WHAT YOU WILL DO: From the listing below, copy every line with the word "poles".

SUPPLIED MATERIAL:
#####
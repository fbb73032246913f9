"""``zetascan verify --resume``: finished exact solves survive a kill; resuming completes.

The run is the stand-in posterior chain of tests/test_verify.py (fixtures ``chain`` and
``trained``); the exact side is injected: the surrogate's own observables with n_s moved
by one Planck sigma (non-trivial weights), some samples turned invalid with a long
non-ASCII reason and some given notes, so every stored field must round-trip exactly.
Each test works on its own copy of the chain file.
"""
from __future__ import annotations

import dataclasses
import hashlib
import json
import shutil
import textwrap
import time
from pathlib import Path
from typing import Any

import h5py
import numpy as np
import pytest
from kill_support import sigkill_after_progress
from test_sampler_posterior import trained  # noqa: F401  (fixture)
from test_verify import NS_SIGMA, StandinExact, SurrogateAsExact, chain  # noqa: F401

from scan import store
from scan.cli import main
from scan.errors import InputFileError, OutputError
from scan.observables import Observables
from scan.pool import ProcessPool, SerialPool
from scan.posterior.exact import ExactOutcome
from scan.verify.compare import draw_indices
from scan.verify.partial import ARRAYS, GROUP, NOT_STORED, SCALARS, PartialWriter, partial_path
from scan.verify.run import Run, open_run, verify_run

TESTS = Path(__file__).resolve().parent
SAMPLES = 16


# ------------------------------------------------------------------ injected exact sides
class Marked:
    """An exact side whose outcome kinds depend on the sample only (same in every
    process): a quarter invalid with a long non-ASCII reason, a quarter with notes."""

    def __init__(self, base: Any, delay: float = 0.0) -> None:
        self.base, self.delay = base, delay

    def __call__(self, theta: np.ndarray) -> ExactOutcome:
        if self.delay:
            time.sleep(self.delay)
        kind = hashlib.sha256(np.asarray(theta, float).tobytes()).digest()[0] % 4
        if kind == 0:
            return ExactOutcome(None, f"test: invalid at θ₀ = {theta[0]!r} " + "—ψ" * 120)
        outcome = self.base(theta)
        if kind == 1:
            return dataclasses.replace(outcome, notes=("test: table truncated ✓", "second"))
        return outcome

    def describe(self) -> str:
        return f"marked {self.base.describe()}"


class Counting:
    """Counts the exact solves (and which samples), optionally failing after ``fail_after``."""

    def __init__(self, base: Any, fail_after: int | None = None) -> None:
        self.base, self.fail_after, self.thetas = base, fail_after, []

    def __call__(self, theta: np.ndarray) -> ExactOutcome:
        if self.fail_after is not None and len(self.thetas) >= self.fail_after:
            raise RuntimeError("test: the exact solver failed")
        self.thetas.append(np.array(theta, copy=True))
        return self.base(theta)

    def describe(self) -> str:
        return self.base.describe()


class CountingStandin(StandinExact):
    """The stand-in truth in place of ``ExactSolve`` for the command line (counts calls)."""

    calls = 0

    def __call__(self, theta: np.ndarray) -> ExactOutcome:
        type(self).calls += 1
        return super().__call__(theta)


def marked(run: Run) -> Marked:
    return Marked(SurrogateAsExact(run.target, NS_SIGMA))
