from scan.config import load_config_text
from scan.errors import ConfigError, InputFileError
from scan.likelihood import total_loglike
from scan.observables import Observables
from scan.observables.cosmo import k_to_f
from scan.observables.pbh import f_pbh
from scan.observables.sigw import TruncationWarning, omega_gw_h2
from scan.observables.settings import conventions_of
from scan.pool import choose_pool
from scan.posterior.exact import observables_from_table
from scan.posterior.target import BLOB_FIELDS, PosteriorTarget
from scan.sampler import plan_run, run_chain
from scan.sampler.evaluate import Evaluator
from scan.sampler.runfile import load_chain
from scan.surrogate.identity import identity
from scan.surrogate.record import shape_grid
from scan.surrogate.surrogate_file import read_report, read_surrogate, write_surrogate
from scan.surrogate.train import TrainingPlan, run_training, serial_map
from scan.surrogate.validate import validate

ROOT = Path(__file__).resolve().parents[1]
C = ROOT / "constraints"
CURVES = [C / "demo" / name for name in (
    "pta_excess_kestrel.csv", "pta_free_spectrum_osprey.csv", "ground_upper_limit_heron.csv",
    "fpbh_evaporation_demo.csv", "fpbh_microlensing_demo.csv", "fpbh_accretion_demo.csv",
    "scalars.toml")] + [C / "lisa_noise_4yr.csv"]

BASE = """
[run]
name = "standin"
seed = 3
output_dir = "{out}"
[model]
potential = "t_model"
kinetic = "poles"
[[model.poles]]
position = 1.6
width = 0.02
power = 1.0
[surrogate]
points = 64
holdout = 8
refine_rounds = 0
[[parameters]]
key = "model.poles[0].width"
prior = "log_uniform"
low = 0.01
high = 0.03
[[parameters]]
key = "model.poles[0].position"
prior = "uniform"
low = 1.5
high = 1.7
[[parameters]]
key = "model.alpha"
prior = "uniform"
low = 0.5
high = 2.0
[[nuisance]]
name = "{nuisance}"
prior = "log_uniform"
low = 1e-16
high = 1e-14
[sampler]
target = "posterior"
walkers = 16
max_steps = 30
check_every = 1000
vectorize = true
[likelihood]
curves = [{curves}]
surrogate = "{surrogate}"
"""


def make_config(tmp: Path, nuisance: str = "A_smbhb", surrogate: Path | None = None,
                extra: str = ""):
    text = BASE.format(out=tmp, nuisance=nuisance,
                       curves=", ".join(f'"{p}"' for p in CURVES),
                       surrogate=surrogate or tmp / "standin" / "surrogate.h5") + extra
    return load_config_text(text, "posterior_test.toml")


@pytest.fixture(scope="module")
def trained(tmp_path_factory):
    """A 64-point stand-in surrogate written to its default path (well under a second)."""
    tmp = tmp_path_factory.mktemp("posterior")
    cfg = make_config(tmp)
    (tmp / "standin").mkdir()
    em, train, hold = run_training(tmp / "standin" / "training.h5", cfg, SPACE,
                                   StandinSolve(shape_grid(3.0, 41)), serial_map,
                                   TrainingPlan.from_config(cfg))
    write_surrogate(tmp / "standin" / "surrogate.h5", cfg, SPACE, em,
                    validate(em, train, hold), identity(cfg, SPACE))
    plan = plan_run(cfg, tmp / "chain.h5")
    return tmp, cfg, plan


def fine_spectrum(pred, i: int) -> tuple[np.ndarray, np.ndarray]:
    """Sample ``i`` of a surrogate prediction on a fine ln k grid (step 0.02, two e-folds
    beyond the shape grid on each side, P = 0 there): (k [Mpc^-1], P_zeta [1])."""
    x, lnkp = pred.x, pred.ln_k_peak[i]
    lnk = np.arange(lnkp + x[0] - 2.0, lnkp + x[-1] + 2.0, 0.02)
    log10_p = np.interp(lnk, lnkp + x, pred.log10_P_peak[i] + pred.shape[i],
                        left=-np.inf, right=-np.inf)
    return np.exp(lnk), 10.0 ** log10_p


def exact_side_of_first(cfg, target: PosteriorTarget, thetas: np.ndarray):
    """verify's exact observables (:func:`observables_from_table`, the config's
    conventions) of the surrogate spectrum of ``thetas[0]``, with the walker's blobs."""
    _, blobs = target.log_and_blobs(thetas[:1])
    pred = target.loaded["surrogate"].predict(thetas[:1, :3])
    k, p = fine_spectrum(pred, 0)
    out = observables_from_table(cfg, k, p, k_peak=np.exp(pred.ln_k_peak[0]),
                                 P_peak=10.0**pred.log10_P_peak[0], n_s=0.96, r=0.01,
                                 N_star=55.0)
    return out, blobs


def reason_of(target: PosteriorTarget, blob: tuple) -> str:
    return target.reasons[int(blob[-1])]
#####
RESULT OF THE EXERCISE:
kinetic = "poles"
[[model.poles]]
key = "model.poles[0].width"
key = "model.poles[0].position"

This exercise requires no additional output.